Collected data:
+++

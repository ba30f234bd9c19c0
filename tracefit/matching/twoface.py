"""Plane normals from traces on two faces of known relative geometry (two-surface analysis).

The trace of one plane on two non-parallel faces gives two lines of the plane, so its
normal is their cross product n = t1 x t2 (the classic two-surface trace analysis;
common practice, no source).

Geometry (our convention). Face 1 is the main surface: sample frame X right, Y up,
Z toward the viewer (the image frame of face 1). Face 2 shares an edge with face 1:

* ``edge_angle_deg`` (phi): direction of the common edge in face 1's image, e = (cos phi, sin phi, 0);
* face 2 lies on the right-hand side of e as seen on face 1 (for phi = 0: the front face
  below face 1's bottom edge), and ``dihedral_deg`` is the interior angle between the two
  faces (90 for the edge of a block);
* face 2's outward normal is face 1's normal turned about e by 180 - dihedral; face 2's image
  has x2 = e and y2 = n2 x e (for a block: x2 = X, y2 = Z, looking at the front face with
  face 1 at the top).

Angles on face 2 are read in face 2's own image frame (axial, ccw from x2).
"""

from __future__ import annotations

import math
from dataclasses import dataclass, field
from typing import Any, Iterable, Sequence

import numpy as np
from scipy.spatial.transform import Rotation

from tracefit.conventions import FrameSettings, data_to_image_matrix, fold_axial
from tracefit.errors import TracefitInputError, real_number
from tracefit.matching.candidates import CandidateSet, as_candidate_set
from tracefit.matching.checks import check_fraction, check_sigma, orientation_matrix
from tracefit.matching.likelihood import DEFAULT_P_NONE, candidate_log_prior, logsumexp, none_log_density

__all__ = ["FaceGeometry", "TwoFacePlane", "PlaneMatch", "plane_from_two_traces", "index_two_face",
           "interplanar_pairs", "trace_on_face"]
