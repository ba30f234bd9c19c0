"""Fit the frame between the image and the orientation data from many grains' band families.

A wrong in-plane rotation (or a mirrored axis) between an EBSD-like orientation map and the
micrograph moves every predicted trace and is a common source of wrong answers. With the
families of several grains, the rotation rho (v_image = Rz(rho) v_data) is the value that
makes the predicted traces explain the observed ones best.

Model: for a trial frame, each family's evidence is the robust mixture used by the matcher,
p_none / 180 + sum_c prior_c f(r_c; sigma_c) (see :mod:`tracefit.matching.likelihood`), so families
nothing explains (scratches, wrong grains) cannot drag the fit. The summed log evidence is
scanned over rho in [-90, 90) deg (trace angles are axial, so rho and rho + 180 are
indistinguishable from traces) for both mirror states, then refined. The uncertainty is the
larger of the curvature estimate and a bootstrap over grains.

Mirror: ``flip_y`` equals ``flip_x`` followed by a 180 deg turn, so from traces only one
mirror state can be told apart: we report it as ``flip_x``.
"""

from __future__ import annotations

import math
from dataclasses import dataclass, field, replace
from typing import Any, Iterable, Mapping, Sequence

import numpy as np

from tracefit.conventions import FrameSettings, axial_difference, fold_axial
from tracefit.errors import TracefitInputError
from tracefit.matching.candidates import as_candidate_set, predict_candidates
from tracefit.matching.checks import check_fraction, check_sigma, orientation_table
from tracefit.matching.likelihood import (
    DEFAULT_P_NONE,
    axial_logpdf,
    candidate_log_prior,
    mixture_log_evidence,
    none_log_density,
    predicted_trace_sigma,
    von_mises_kappa,
)
from tracefit.matching.observed import ObservedFamily

__all__ = ["FrameFit", "fit_frame"]

_STEP = 0.5  # coarse scan step, degrees


@dataclass
class FrameFit:
    """Result of :func:`fit_frame`.

    Attributes
    ----------
    rotation_deg : float
        Best rho (deg, in [-90, 90)): the value to pass as ``--frame-rotation`` (with ``flip_x``).
    rotation_sigma_deg : float
        One-sigma uncertainty of rho, degrees.
    flip_x : bool
        Whether the best frame mirrors the data's x axis (reported relative to no flip).
    frame : FrameSettings
        The fitted frame (tilt kept from the input frame).
    given_rotation_deg : float
        The rotation of the input frame.
    misaligned : bool
        The fitted frame differs significantly from the given one.
    mirror_evidence : float
        Log-likelihood gain of the best mirror state over the other one (>= 0).
    explained_given, explained_fitted : float
        Fraction of families whose best hypothesis is a plane (not "none"), in the given and
        in the fitted frame.
    rms_residual_deg : float
        RMS residual of the explained families to their nearest candidate, fitted frame.
    n_families, n_grains : int
    warnings : list of str
    scan_deg, scan_loglik : ndarray
        Coarse scan (best mirror state), for plots.
    second_peak_deg, second_peak_delta : float
        Best rho of the next separate maximum and its log-likelihood deficit.

    Examples
    --------
    See :func:`fit_frame` for a fit; the JSON form gives the correction to apply:

    >>> from tracefit.conventions import FrameSettings
    >>> f = FrameFit(20.04, 0.3, False, FrameSettings(rotation_deg=20.04), 0.0, True, 12.0, 0.4, 1.0, 0.2, 6, 3)
    >>> f.to_dict()["correction_deg"], f.to_dict()["misaligned"]
    (20.04, True)
    """

    rotation_deg: float
    rotation_sigma_deg: float
    flip_x: bool
    frame: object
    given_rotation_deg: float
    misaligned: bool
    mirror_evidence: float
    explained_given: float
    explained_fitted: float
    rms_residual_deg: float
    n_families: int
    n_grains: int
    warnings: list = field(default_factory=list)
    scan_deg: np.ndarray = field(default=None, repr=False)
    scan_loglik: np.ndarray = field(default=None, repr=False)
    second_peak_deg: float = float("nan")
    second_peak_delta: float = float("nan")

    def to_dict(self) -> dict:
        """JSON form (angles to 4 decimals, with the correction rotation - given)."""
        r = lambda x, n=4: None if x is None or not math.isfinite(float(x)) else round(float(x), n)  # noqa: E731
        return {
            "rotation_deg": r(self.rotation_deg),
            "rotation_sigma_deg": r(self.rotation_sigma_deg),
            "flip_x": bool(self.flip_x),
            "given_rotation_deg": r(self.given_rotation_deg),
            "correction_deg": r(axial_difference(self.rotation_deg, self.given_rotation_deg)),
            "misaligned": bool(self.misaligned),
            "mirror_evidence": r(self.mirror_evidence, 2),
            "explained_given": r(self.explained_given),
            "explained_fitted": r(self.explained_fitted),
            "rms_residual_deg": r(self.rms_residual_deg),
            "n_families": int(self.n_families),
            "n_grains": int(self.n_grains),
            "second_peak_deg": r(self.second_peak_deg),
            "second_peak_delta_loglik": r(self.second_peak_delta, 2),
            "warnings": list(self.warnings),
        }
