def _family_from_fit(ctx, polarity: int, x, y, idx, fit, half: float, level: float):
    """The family of a common-slope ``fit`` of pixels (``x``, ``y``; their indices ``idx``), or None.

    Each band's seen part and its depth at its own pixels (the depth test of stage 6);
    (family, strict, indices of the bands' pixels) when at least two bands hold.
    """
    angle, sigma, labels, offsets = fit
    d, n_vec = _direction_and_normal(angle)
    f = ctx.factor
    bands = []
    for b in range(len(offsets)):
        sel = labels == b
        if sel.sum() < _least(MIN_BAND_PX, half):
            continue
        t = x[sel] * d[0] + y[sel] * d[1]
        t0, t1 = np.percentile(t, [2.0, 98.0])
        pa_w, pb_w = offsets[b] * n_vec + t0 * d, offsets[b] * n_vec + t1 * d
        pa, pb = _to_full(pa_w, f), _to_full(pb_w, f)
        # depth at the band's own ridge pixels: a wavy band leaves its straight line here and there
        depth = float(_median_inplace(polarity * ctx.depth_of(_to_full(np.stack([x[sel], y[sel]], axis=1), f))))
        if depth < ctx.min_depth or t1 - t0 < _least(MIN_BAND_PX, half):
            continue
        snr = depth * level / max(ctx.pixel_noise, 1e-12)
        bands.append((offsets[b], pa, pb, depth, snr, np.flatnonzero(sel)))
    if len(bands) < 2:
        return None  # a family of two (fewer than ``min_bands``) is not strict: the caller asks more of it
    bands.sort(key=lambda z: z[0])

    pts = [_BandAt(_to_full(z[0] * n_vec, f)) for z in bands]
    spacing_fit = _family_spacing(pts, n_vec)
    strict = len(bands) >= ctx.min_bands and spacing_fit is not None
    spacing, spacing_sd = spacing_fit or _family_spacing(pts, n_vec, max_spacing_cv=math.inf, check_gaps=False)
    diag_full = ctx.diag_w * f
    lines = [BandLine(float(pa[0]), float(pa[1]), float(pb[0]), float(pb[1]), float(fold_axial(angle)),
                      sigma * math.sqrt(len(bands)), snr) for _, pa, pb, _, snr, _ in bands]
    fam = BandFamily(
        angle_deg=float(fold_axial(angle)),
        angle_sigma_deg=sigma,
        n_bands=len(bands),
        spacing_px=spacing,
        spacing_sigma_px=spacing_sd,
        spacing_um=None if ctx.pixel_size_um is None or not math.isfinite(spacing) else spacing * ctx.pixel_size_um,
        strength=float(sum(math.hypot(*(pb - pa)) / diag_full * snr for _, pa, pb, _, snr, _ in bands)),
        polarity="dark" if polarity < 0 else "bright",
        contrast=float(polarity * np.median([z[3] for z in bands])),
        lines=lines,
    )
    used = idx[np.concatenate([z[5] for z in bands])]
    return fam, strict, used


def _projection_families(ctx, ridges: Sequence[RidgePixels], region: np.ndarray, known: Sequence[BandFamily],
                         accept: Callable, max_new: int, up: int = 1) -> tuple[list[BandFamily], int]:
    """Stage 6b: families found by projection that stages 4-6 did not find.

    Parameters
    ----------
    ctx : tracefit.image.families._FamilyContext
    ridges : sequence of RidgePixels
        Ridge pixels per polarity, without those of the families already found.
    region : ndarray of bool, (h, w)
        Analysed working-copy pixels.
    known : sequence of BandFamily
        Families already found (their directions are not tried again).
    accept : callable
        ``accept(family, strict)`` -> True when kept (the caller's significance test).
    max_new : int
        Most families to add.
    up : int
        Internal enlargement of the image the ridge pixels come from (bands as many times wider).

    Returns
    -------
    (families, tried)
    """
    setup = _search_setup(ctx, region, up) if max_new > 0 else None
    if setup is None:
        return [], 0
    reg, half, level = setup
    found: list[BandFamily] = []
    tried = 0
    for rp in ridges:
        alive = np.ones(len(rp), bool)
        x, y = rp.col.astype(np.float64), rp.row.astype(np.float64)
        near: dict = {}  # direction -> indices of the ridge pixels of the sectors near it

        def sectors_of(a, alive=alive, near=near, rp=rp):
            if a not in near:
                near[a] = _pixels_near_angle(rp, a, WINDOW_DEG)
            return near[a][alive[near[a]]]

        for _ in range(max_new):

            exclude = [fm.angle_deg for fm in [*known, *found]]
            kept = None
            for a0 in _best_directions(x, y, sectors_of, reg, exclude, PEAKS_TRIED, half):
                idx = sectors_of(a0)
                built = _family_of(ctx, rp, idx, reg, a0, half, level)
                if built is None:
                    continue
                tried += 1
                fam, strict, used = built
                if any(abs(axial_difference(fam.angle_deg, b)) < MIN_SEPARATION_DEG for b in exclude):
                    continue  # the same bands seen at another angle (wavy or curved bands), not a family of their own
                if min(abs(axial_difference(fam.angle_deg, b)) for b in (0.0, 90.0)) < AXIS_GUARD_DEG:
                    continue  # scan lines and tile seams follow the image axes
                if accept(fam, strict):
                    kept = (fam, used)
                    break
            if kept is None:
                break
            found.append(kept[0])
            alive[kept[1]] = False
            if len(found) >= max_new:
                return found, tried
    return found, tried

+++

### What you should do
Reproduce exactly the lines from the beginning of the entries above up to and including the line that contains "candidate_log_prior, logsumexp, none_log_density".

### Completed exercise
repository ba30f234bd9c19c0
filename tracefit/matching/twoface.py
"""Plane normals from traces on two faces of known relative geometry (two-surface analysis).

The trace of one plane on two non-parallel faces gives two lines of the plane, so its
normal is their cross product n = t1 x t2 (the classic two-surface trace analysis;
common practice, no source).

Geometry (our convention). Face 1 is the main surface: sample frame X right, Y up,
Z toward the viewer (the image frame of face 1). Face 2 shares an edge with face 1:

* ``edge_angle_deg`` (phi): direction of the common edge in face 1's image, e = (cos phi, sin phi, 0);
* face 2 lies on the right-hand side of e as seen on face 1 (for phi = 0: the front face
  below face 1's bottom edge), and ``dihedral_deg`` is the interior angle between the two
  faces (90 for the edge of a block);
* face 2's outward normal is face 1's normal turned about e by 180 - dihedral; face 2's image
  has x2 = e and y2 = n2 x e (for a block: x2 = X, y2 = Z, looking at the front face with
  face 1 at the top).

Angles on face 2 are read in face 2's own image frame (axial, ccw from x2).
"""

from __future__ import annotations

import math
from dataclasses import dataclass, field
from typing import Any, Iterable, Sequence

import numpy as np
from scipy.spatial.transform import Rotation

from tracefit.conventions import FrameSettings, data_to_image_matrix, fold_axial
from tracefit.errors import TracefitInputError, real_number
from tracefit.matching.candidates import CandidateSet, as_candidate_set
from tracefit.matching.checks import check_fraction, check_sigma, orientation_matrix
from tracefit.matching.likelihood import DEFAULT_P_NONE, candidate_log_prior, logsumexp, none_log_density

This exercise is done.